Israel: FIFA suggests 2030 World Cup bid with neighbours

FIFA President, Gianni Infantino
FIFA President, Gianni Infantino

FIFA president Gianni Infantino has suggested Israel and other states in the region bid to host the 2030 World Cup, the office of Israeli Prime Minister Naftali Bennett has said following a meeting late Tuesday.

Infantino became the first head of the world football governing body to visit Israel this week and, according Bennett’s spokesperson on Twitter: “In their discussion, the FIFA President raised the idea that Israel would host the #WorldCup in 2030, together with other countries in the region, most notably with the United Arab Emirates.”

The tournament in nine years is also desired by South America, who could bid with Uruguay, Argentina, Paraguay and Chile, while a combined United Kingdom bid has also been mooted.

Portugal and Spain, along with China, have also expressed interest.

Infantino told the Jerusalem Post that “nothing is impossible. We need to think big.

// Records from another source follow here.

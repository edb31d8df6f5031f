"""The same analysis in NumPy, vectorised throughout. Arguments: file of doubles, JSON of factors; prints JSON."""

import json
import sys
import time

import numpy as np

weights = np.fromfile(sys.argv[1])
factors = json.loads(sys.argv[2])
n = factors["n"]


def run_length(on):
    """How many true values in a row end at each place."""
    place = np.arange(1, len(on) + 1)
    return place - np.maximum.accumulate(np.where(on, 0, place))


def in_last(on, window):
    """How many of the last `window` values are true; fewer values at the start."""
    total = np.concatenate(([0], np.cumsum(on)))
    start = np.maximum(0, np.arange(1, len(on) + 1) - window)
    return total[1:] - total[start]


def signals(x, center, sigma, lower, upper, with_zones):
    step = np.diff(x)
    turns = step[1:] * step[:-1] < 0
    count = np.count_nonzero((x > upper) | (x < lower))
    count += np.count_nonzero(run_length(x > center) >= 9) + np.count_nonzero(run_length(x < center) >= 9)
    count += np.count_nonzero(run_length(step > 0) >= 5) + np.count_nonzero(run_length(step < 0) >= 5)
    count += np.count_nonzero(run_length(turns) >= 12)
    if not with_zones:
        return count
    for zone, needed in ((2, 2), (1, 4)):
        for beyond in (x > center + zone * sigma, x < center - zone * sigma):
            count += np.count_nonzero(beyond & (in_last(beyond, needed + 1) >= needed))
    above = x > center + sigma
    outside = above | (x < center - sigma)
    count += np.count_nonzero(run_length(~outside) >= 15)
    high = in_last(above, 8)
    count += np.count_nonzero((run_length(outside) >= 8) & (high > 0) & (high < 8))
    return count


def analyse():
    rows = weights.reshape(-1, n)
    mean = rows.mean(axis=1)
    sd = rows.std(axis=1, ddof=1)
    low = rows.min(axis=1)
    high = rows.max(axis=1)
    spread = high - low
    center = mean.mean()
    count = 0
    for points, per_sigma, sd_of_point in ((spread, factors["d2"], factors["d3"]), (sd, factors["c4"], np.sqrt(1 - factors["c4"] ** 2))):
        sigma = points.mean() / per_sigma
        se = sigma / np.sqrt(n)
        count += signals(mean, center, se, center - 3 * se, center + 3 * se, True)
        middle, width = per_sigma * sigma, sd_of_point * sigma
        count += signals(points, middle, width, max(0, middle - 3 * width), middle + 3 * width, False)
    within = np.sqrt(np.mean(sd**2))
    overall = weights.std(ddof=1)
    nearest = min(center - factors["lower"], factors["upper"] - center)
    return {"mean": center, "signals": int(count), "cpk": nearest / (3 * within), "ppk": nearest / (3 * overall)}


seconds = []
for _ in range(factors["rounds"]):
    started = time.perf_counter()
    figures = analyse()
    seconds.append(time.perf_counter() - started)
print(json.dumps({"milliseconds": 1000 * min(seconds), "figures": figures}))
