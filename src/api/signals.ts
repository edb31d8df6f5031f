import type { CloseSignal, SignalAnswer } from '#shared/schemas/signals.ts'
import { api } from './client.ts'

export const fetchSignals = (query: { batchId?: string; siteId?: string; state?: string }, signal?: AbortSignal) =>
  api.get<SignalAnswer[]>('/signals', { query, ...(signal ? { signal } : {}) })
export const acknowledgeSignal = (id: string, version: number, idempotencyKey: string) =>
  api.post<SignalAnswer>(`/signals/${id}/acknowledgement`, { version }, { idempotencyKey })
export const closeSignal = (id: string, request: CloseSignal, idempotencyKey: string) =>
  api.post<SignalAnswer>(`/signals/${id}/closure`, request, { idempotencyKey })
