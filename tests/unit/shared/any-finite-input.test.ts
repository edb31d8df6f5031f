import fc from 'fast-check'
import { expect, test } from 'vitest'
import { CHART_IDS } from '#shared/statistics/charts/index.ts'
import { operatingCharacteristic } from '#shared/statistics/operating-characteristic.ts'
import { passBound } from '#shared/statistics/pass-bound.ts'
import { acceptanceValueProbability, passProbability, passProbabilityFloor } from '#shared/statistics/pass-probability.ts'
import { averageRunLength } from '#shared/statistics/run-length.ts'
import { judgeUniformity } from '#shared/trade/standards/index.ts'
import { adviseTuning } from '#shared/trade/tuning-advice.ts'

const any = fc.double({ noNaN: true, noDefaultInfinity: true })
const usual = fc.double({ min: -20, max: 500, noNaN: true })
const number = fc.oneof(any, usual)
const list = (size: number) => fc.array(number, { minLength: size, maxLength: size })

// The first case found is told as it is: making it smaller would take minutes, since each try is a whole calculation.
const once = { endOnFailure: true }

function everyNumber(value: unknown): number[] {
  if (typeof value === 'number') return [value]
  return typeof value === 'object' && value !== null ? Object.values(value).flatMap(everyNumber) : []
}

/** The promise of every function: finite figures, or a refusal that names what is wrong. */
function keepsThePromise(calculate: () => unknown): void {
  let answer: unknown
  try {
    answer = calculate()
  } catch (error) {
    expect(error).toMatchObject({ name: 'StatisticsError' })
    return
  }
  expect(everyNumber(answer).filter((figure) => !Number.isFinite(figure))).toEqual([])
}

test('acceptance', () => {
  const request = fc.oneof(
    fc.record({ standard: fc.constant('usp-905' as const), contents: fc.oneof(list(10), list(30)), target: number }),
    fc.record({ standard: fc.constant('usp-905-weight' as const), weights: list(10), assayPercent: number, claimMg: number }),
    fc.record({ standard: fc.constant('usp-2091' as const), gross: list(20), shells: list(20) }),
    fc.record({ standard: fc.constant('ph-eur-2.9.5' as const), net: list(20) }),
  )
  fc.assert(
    fc.property(request, (each) => keepsThePromise(() => judgeUniformity(each))),
    { ...once, numRuns: 400 },
  )
})

test('chances', () => {
  const size = { lots: 100 }
  fc.assert(
    fc.property(number, number, fc.option(number, { nil: undefined }), (mean, sd, target) => {
      keepsThePromise(() => passProbability({ mean, sd, target }, size))
      keepsThePromise(() => acceptanceValueProbability({ mean, sd, target }, 1))
      keepsThePromise(() => passProbabilityFloor({ mean, sd, target }))
      keepsThePromise(() => passBound({ n: 30, mean, sd, confidence: 0.95, target }, size))
    }),
    { ...once, numRuns: 200 },
  )
})

test('run lengths', () => {
  const request = fc.record({
    chart: fc.constantFrom(...CHART_IDS),
    n: fc.integer({ min: 1, max: 1000 }),
    shiftSigma: number,
    betweenSigma: fc.oneof(fc.constant(0), number),
    tests: fc.subarray([1, 2, 5, 6, 7, 8], { minLength: 1 }),
  })
  fc.assert(
    fc.property(request, (each) => keepsThePromise(() => averageRunLength(each))),
    { ...once, numRuns: 150 },
  )
})

test('control plans', () => {
  const plan = fc.record({ intervalMinutes: number, capsulesPerHour: number, sigmaMg: number, betweenSigmaMg: number })
  fc.assert(
    fc.property(plan, number, (each, shiftMg) => {
      keepsThePromise(() => operatingCharacteristic({ chart: 'xbar-s', n: 20, ...each }, [{ shiftMg }]))
    }),
    { ...once, numRuns: 150 },
  )
})

test('tuning advice', () => {
  const trial = fc.record({
    settings: fc.record({ 'penetration-4': number, 'disc-thickness': number }),
    meanMg: number,
    sdMg: number,
    n: fc.integer({ min: 2, max: 100 }),
  })
  fc.assert(
    fc.property(fc.array(trial, { minLength: 1, maxLength: 5 }), number, (history, target) => {
      keepsThePromise(() => adviseTuning({ history, target }))
    }),
    { ...once, numRuns: 200 },
  )
})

Today hosting a World Cup is a very, very big venture.

“You need to have visions, dreams and ambitions. We have been speaking a lot in recent months after the UAE and Israel signed their normalization agreement. So perhaps co-hosting is an option.

“The next World Cup after Qatar will be hosted by Canada, Mexico and the United States – obviously three huge countries. So why not Israel? The World Cup is magical in that it brings people together, is such a uniting event and transcends every notion of negativity.”

The host is to be decided in 2024. After the 2022 World Cup in Qatar, the first 48-nation World Cup in 2026 will be held in the United States, Canada and Mexico.

FIFA is considering the feasibility of hosting the World Cup every two years from 2028 but this has met with opposition from various bodies within the game including European confederation UEFA.

In September 2020, Bahrain and the United Arab Emirates became the first Gulf countries to establish official ties with Israel, crossing a decades-old line drawn by most Arab states, which refused to establish relations with Israel before the resolution of the conflict with Palestine

Since then, Israel has also signed similar agreements with Morocco and Sudan to normalize ties.

Previously, only two Arab states – Egypt and Jordan – maintained diplomatic relations with Israel.